Scientists have also detected cosmic rays coming from the direction of the sun, which is because the star’s magnetic field has deflected them towards earth. Sometimes, particles in the cosmic rays interact with the sun’s atmosphere to produce gamma rays, which scientists study as solar gamma rays.
Theory v. observation mismatch
As products of the solar magnetic field, the composition of the solar atmosphere, and the composition of cosmic rays, scientists can deduce much about these three things by studying the solar gamma rays themselves.
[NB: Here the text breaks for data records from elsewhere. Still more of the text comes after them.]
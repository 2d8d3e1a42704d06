#!/bin/sh
# Download the Debian packages whose catalogues build.py counts, at the
# versions SOURCES.tsv records, into DIR (apt-get download: no install, no
# root needed beyond apt's cache). A version the archive no longer has is
# fetched at its current version instead, with a warning: the counts then
# differ slightly from words.tsv.gz.
set -eu
dir=${1:?usage: fetch.sh DIR}
here=$(cd "$(dirname "$0")" && pwd)
mkdir -p "$dir"
cd "$dir"
tail -n +2 "$here/SOURCES.tsv" | cut -f1,2 | while IFS="$(printf '\t')" read -r pkg ver; do
	if ! apt-get download "$pkg=$ver" >/dev/null 2>&1; then
		echo "fetch.sh: $pkg $ver is gone from the archive; fetching its current version" >&2
		apt-get download "$pkg" >/dev/null
	fi
done
ls ./*.deb | wc -l
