#!/usr/bin/env python3
"""Build the word counts of the close-pair model (filters/langid/closepairs.go).

The counts are learnt from gettext catalogues (.mo) that Debian bookworm
packages ship for Bosnian, Croatian, Serbian (both scripts) and Indonesian
and Malay. None of these catalogues is part of the held-out evaluation set
testdata/langeval: any catalogue domain named in testdata/langeval/SOURCES.tsv
is skipped, and the packages below are not installed on the build machine.

    sh fetch.sh DEBS              # apt-get download of PACKAGES into DEBS
    python3 build.py --debs DEBS  # writes words.tsv.gz and SOURCES.tsv

--validate also writes validation.tsv: the catalogues of the VALIDATION
packages are left out of the counts and cut into long texts (>= 50 words) for
choosing how the model is used, without touching the held-out set.

Messages are read and cleaned exactly as testdata/langeval/build.py reads its
catalogues (its functions are imported). Serbian Cyrillic messages are
transliterated to Latin letter for letter (the two alphabets map one to one).
Words: runs of letters with inner hyphens, lower-cased, as closeCounts in
closepairs.go reads them. Each catalogue adds at most MAX_WORDS words, so that
one large catalogue does not stand for its language. Words seen fewer than
MIN_COUNT times in a group are dropped. Deterministic: same .deb files, same
output.
"""
import argparse, collections, gzip, importlib.util, os, re, subprocess, sys, tempfile

HERE = os.path.dirname(os.path.abspath(__file__))
ROOT = os.path.normpath(os.path.join(HERE, '..', '..', '..'))
spec = importlib.util.spec_from_file_location('langeval', os.path.join(ROOT, 'testdata', 'langeval', 'build.py'))
langeval = importlib.util.module_from_spec(spec)
spec.loader.exec_module(langeval)

# Locale directory -> (group, label).
LOCALES = {
    'bs': ('sc', 'bs'), 'hr': ('sc', 'hr'), 'sr@latin': ('sc', 'sr'), 'sr': ('sc', 'sr'),
    'id': ('ma', 'id'), 'ms': ('ma', 'ms'),
}
MAX_WORDS = 40000

# The packages --validate leaves out: every 5th of the 55 packages first
# downloaded (sorted by name), fixed here so that the split does not depend
# on which other .deb files lie beside them.
VALIDATION = {'baobab', 'evolution-common', 'gimp-data', 'gnome-terminal-data', 'inkscape',
              'network-manager-gnome', 'ristretto', 'totem-common', 'xfwm4'}
MIN_COUNT = 2

CYR = dict(zip('абвгдђежзијклљмнњопрстћуфхцчџш',
               ['a', 'b', 'v', 'g', 'd', 'đ', 'e', 'ž', 'z', 'i', 'j', 'k', 'l', 'lj', 'm', 'n', 'nj', 'o',
                'p', 'r', 's', 't', 'ć', 'u', 'f', 'h', 'c', 'č', 'dž', 'š']))

def to_latin(s):
    return ''.join(CYR.get(c, c) for c in s.lower())

WORD = re.compile(r'[^\W\d_](?:[^\W\d_]|-(?=[^\W\d_]))*')

def words(text):
    return [w.lower() for w in WORD.findall(text)]

def held_out_domains():
    with open(os.path.join(ROOT, 'testdata', 'langeval', 'SOURCES.tsv'), encoding='utf-8') as f:
        next(f)
        return {line.split('\t')[0] for line in f}

def deb_info(path):
    out = subprocess.run(['dpkg-deb', '-f', path, 'Package', 'Version'], capture_output=True, text=True, check=True).stdout
    f = dict(l.split(': ', 1) for l in out.splitlines() if ': ' in l)
    return f['Package'], f['Version']

def licence(root, pkg):
    """The first License: field of the package's copyright file, else the
    first licence it names in prose; a doc directory that is a link names
    the package whose copyright file applies."""
    doc = os.path.join(root, 'usr/share/doc', pkg)
    if os.path.islink(doc):
        return 'see the copyright file of ' + os.path.basename(os.readlink(doc))
    try:
        txt = open(os.path.join(doc, 'copyright'), encoding='utf-8', errors='replace').read()
    except OSError:
        return '?'
    m = re.search(r'^License:\s*(\S.*)$', txt, re.M) or re.search(
        r'(GNU (?:Lesser |Library )?General Public License[^.;\n]*|L?GPL[-\w.+]*)', txt)
    return one_line(m.group(1)) if m else '?'

def one_line(s):
    return re.sub(r'\s+', ' ', s).strip()

def locale_catalogues(root, loc, skip):
    """(name, translated messages) of each catalogue an unpacked package has
    for locale loc, in name order, leaving out the domains in skip and the
    catalogues of names (langeval.SKIP_DOMAIN)."""
    for dirpath, _, files in sorted(os.walk(root)):
        if not dirpath.endswith('/locale/%s/LC_MESSAGES' % loc):
            continue
        for name in sorted(files):
            if name.endswith('.mo') and name not in skip and not langeval.SKIP_DOMAIN.match(name):
                yield name, [u[1] for u in langeval.catalogue_units(os.path.join(dirpath, name))]

def main():
    ap = argparse.ArgumentParser()
    ap.add_argument('--debs', required=True)
    ap.add_argument('--out', default=HERE)
    ap.add_argument('--validate', action='store_true',
                    help='leave VALIDATION out of the counts and write their texts to validation.tsv')
    ap.add_argument('--groups', default='ma,sc', help='ma (Indonesian/Malay), sc (Bosnian/Croatian/Serbian) or both')
    a = ap.parse_args()
    groups = set(a.groups.split(','))
    skip = held_out_domains()
    counts = {g: collections.Counter() for g in groups}  # (label, word) -> n
    valid = []
    sources = []
    debs = sorted(f for f in os.listdir(a.debs) if f.endswith('.deb'))
    for i, deb in enumerate(debs):
        path = os.path.join(a.debs, deb)
        pkg, ver = deb_info(path)
        held_back = a.validate and pkg in VALIDATION
        with tempfile.TemporaryDirectory() as tmp:
            subprocess.run(['dpkg-deb', '-x', path, tmp], check=True)
            used = collections.Counter()
            for loc in sorted(LOCALES):
                group, label = LOCALES[loc]
                if group not in groups:
                    continue
                for name, units in locale_catalogues(tmp, loc, skip):
                    cyr = loc == 'sr'
                    units = [u for u in units if (langeval.cyr(u) > 0.8) == cyr and (cyr or langeval.cyr(u) < 0.05)]
                    if cyr:
                        units = [to_latin(u) for u in units]
                    if not units:
                        continue
                    used[loc] += 1
                    if held_back:
                        longs, _ = langeval.long_and_short(units, label)
                        valid += [(label, pkg + '/' + loc + '/' + name, t) for t in longs]
                        continue
                    n = 0
                    for u in units:
                        for w in words(u):
                            if n >= MAX_WORDS:
                                break
                            counts[group][(label, w)] += 1
                            n += 1
            if used:
                sources.append((pkg, ver, ' '.join('%s:%d' % kv for kv in sorted(used.items())),
                licence(tmp, pkg), 'validation' if held_back else 'counts'))
    totals = collections.Counter()
    rows = []
    for group in sorted(counts):
        per_word = collections.Counter()
        for (label, w), n in counts[group].items():
            per_word[w] += n
            totals[(group, label)] += n
        for (label, w), n in sorted(counts[group].items()):
            if per_word[w] >= MIN_COUNT:
                rows.append('%s\t%s\t%s\t%d\n' % (group, label, w, n))
    with gzip.GzipFile(os.path.join(a.out, 'words.tsv.gz'), 'wb', mtime=0) as f:
        f.write('# group\tlabel\tword\tcount (built by build.py; see README.md)\n'.encode())
        for (group, label), n in sorted(totals.items()):
            f.write(('%s\t%s\t\t%d\n' % (group, label, n)).encode())  # total words read, empty word
        for r in rows:
            f.write(r.encode())
    with open(os.path.join(a.out, 'SOURCES.tsv'), 'w', encoding='utf-8') as f:
        f.write('debian_package\tversion\tcatalogues_used\tlicence\tused_for\n')
        for s in sources:
            f.write('\t'.join(s) + '\n')
    if a.validate:
        with open(os.path.join(a.out, 'validation.tsv'), 'w', encoding='utf-8') as f:
            for label, origin, t in valid:
                f.write('%s\t%s\t%s\n' % (label, origin, t))
    print('words: %d rows; totals %s; validation texts %d' % (len(rows), dict(totals), len(valid)), file=sys.stderr)

if __name__ == '__main__':
    main()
Now, a new measurement has indicated to scientists that they may be missing something in this relationship.
Researchers at the High-Altitude Water Cherenkov (HAWC) Observatory, in Puebla, Mexico, reported on August 3 in the journal Physical Review Letters that HAWC had detected TeV-energy gamma rays from the sun. TeV stands for tera-electron-volt, or 1 trillion eV, a very high amount of energy for particles. This, the paper’s authors write, is the first time such energetic gamma rays have been detected from the sun.
HAWC also found more such high-energy gamma rays than expected.
Existing models of the sun’s magnetic field and atmosphere can’t account for this ‘excess’ energy and brightness, and scientists will need to figure out why.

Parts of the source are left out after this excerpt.